The approach has proven to be effective in mice and rats during pre-clinical studies where stem cells were transplanted into the limbs of the animals.

"Based on that, we think it has a good chance of helping humans," Losordo noted.

"This is a dreadful disease in which the profession has failed to offer much in the way of relief for these patients," Losordo said. "We're hoping this will have some impact."

The trial is being conducted at 20 different sites nationally. The first two patients received their transplants at Northwestern Memorial Hospital.

Wounds that don't heal, the breakdown of tissue, and gangrene can be the result of severely blocked arteries in the leg and sharply diminished blood flow. More than 100,000 limbs are amputated in the United States due to the painful condition call critical limb ischemia (CLI).

Affecting 1.4 million people, the emerging health problem is serious. By the time they reach the age of 70, and estimated 15 percent of the population will suffer from this disease.

Patients who have exhausted all other medical options including angioplasty, stents and bypass surgery to repair blocked circulation in their legs were the target of the Northwestern-led phase I/IIa study, which will include 75 people with CLI around the country.

Affecting about 10 million people in the United States, critical limb ischemia is the result of advanced peripheral artery disease. In peripheral artery disease, people develop blockages in their arteries and vessels that slow or stop the blood flow to their legs.

The condition is called CLI when they have wounds on their legs or feet that will not heal and pain at rest in their lower legs. If left untreated, CLI can result in a patient having toes, a foot or even a leg amputated.

People begin to experience pain when they walk, then when just sitting, as CLI progresses. Since blood flow decreases when people lie down, the pain is the worst at night. In order to lessen the pain and aid in blood flow, some even sleep in chairs.

"Peripheral artery disease is a big health problem," Losordo said. "There is an emerging awareness of this disease on public health."

The risk of developing the condition is elevated by high blood pressure, diabetes, high cholesterol and smoking.

However, Losordo points out that, “some people don't smoke, have diabetes or high blood pressure and can still have blocked arteries in their legs.”

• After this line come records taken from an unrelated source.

package terrain

import (
	"math"
	"slices"
)

// spansUnder are the stretches of the path that lie over the mosaic's rasters,
// outer edges included, in order and joined where they touch.
func (m *mosaic) spansUnder(legs []leg) []span {
	var out []span
	for i := range legs {
		if m.oneTileUnder(&legs[i]) {
			out = append(out, span{legs[i].distance(legs[i].from), legs[i].distance(legs[i].to)})
			continue
		}
		for _, at := range m.tilesUnder(&legs[i]) {
			if s, ok := legs[i].within(m.tiles[at.tile], at.shift); ok {
				out = append(out, s)
			}
		}
	}
	slices.SortFunc(out, func(a, b span) int {
		switch {
		case a.from < b.from:
			return -1
		case a.from > b.from:
			return 1
		}
		return 0
	})
	return joined(out)
}

func joined(spans []span) []span {
	out := spans[:0]
	for _, s := range spans {
		if n := len(out); n > 0 && s.from <= out[n-1].to+leastStepM {
			out[n-1].to = max(out[n-1].to, s.to)
			continue
		}
		out = append(out, s)
	}
	return out
}

// oneTileUnder reports whether a tile holds both ends of a leg, and so, since the
// leg turns nowhere, all of it: what most paths are.
func (m *mosaic) oneTileUnder(l *leg) bool {
	u0, v0 := l.at(l.distance(l.from))
	u1, v1 := l.at(l.distance(l.to))
	for shift := range m.turns(u0) {
		for _, n := range m.index[cellOf(int(math.Floor(u0+shift)), int(math.Floor(v0)))] {
			if t := m.tiles[n]; t.holds(u0+shift, v0) && t.holds(u1+shift, v1) {
				return true
			}
		}
	}
	return false
}

// placedTile is a tile, and by how many columns the path is to be moved to
// count as the tile does.
type placedTile struct {
	tile  int32
	shift float64
}

// tilesUnder are the tiles that may lie under a leg.
func (m *mosaic) tilesUnder(l *leg) []placedTile {
	var found []placedTile
	u0, v0 := l.at(l.distance(l.from))
	for k := 1; k <= chordsPerPiece; k++ {
		t := l.from + (l.to-l.from)*float64(k)/chordsPerPiece
		u1, v1 := l.at(l.distance(t))
		for shift := range m.turns(u0) {
			for c := range cells(int(math.Floor(min(u0, u1)+shift))-1, int(math.Floor(min(v0, v1)))-1,
				int(math.Ceil(max(u0, u1)+shift))+1, int(math.Ceil(max(v0, v1)))+1) {
				for _, n := range m.index[c] {
					if p := (placedTile{n, shift}); !slices.Contains(found, p) {
						found = append(found, p)
					}
				}
			}
		}
		u0, v0 = u1, v1
	}
	return found
}

func (l *leg) distance(t float64) float64 { return l.piece.from + t*(l.piece.to-l.piece.from) }

// within is the part of a leg that lies over a tile.
func (l *leg) within(t tile, shift float64) (span, bool) {
	x := l.x
	x[0] += shift
	t0, t1 := clipped(x, l.from, l.to, float64(t.i)-0.5, float64(t.i+t.info.Width)-0.5)
	t0, t1 = clipped(l.y, t0, t1, float64(t.j)-0.5, float64(t.j+t.info.Height)-0.5)
	return span{l.distance(t0), l.distance(t1)}, t1 > t0
}

// clipped is the part of t = from to to in which a coordinate, which only
// rises or only falls there, lies between low and high. It is empty, the other
// way round, where there is none.
func clipped(x [4]float64, from, to, low, high float64) (float64, float64) {
	if !(to > from) {
		return from, from
	}
	l := lines{x: x}
	a, b := l.value(from), l.value(to)
	if max(a, b) < low || min(a, b) > high {
		return from, from
	}
	l.step = math.Copysign(1, b-a)
	enter, leave := low, high
	if l.step < 0 {
		enter, leave = high, low
	}
	begin, end := from, to
	if (enter-a)*l.step > 0 {
		l.t, l.end, l.next = from, to, enter
		begin = l.bisect()
	}
	if (b-leave)*l.step > 0 {
		l.t, l.end, l.next = from, to, leave
		end = l.bisect()
	}
	return begin, end
}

Losordo uses the subject's own purified stem cells for the randomized, double blind, placebo-controlled trial. CD34+ stem cell from bone marrow are first released into the blood stream by a stem cell stimulating drug. The patient takes this drug for five days prior to the stem cell extraction. Then, the CD34+ enriched blood is obtained by way of an intravenous line that is inserted into a subject's vein to collect blood through a machine that removes a population of blood cells. Losordo further selects and enriches the cells to select only CD34+ cells.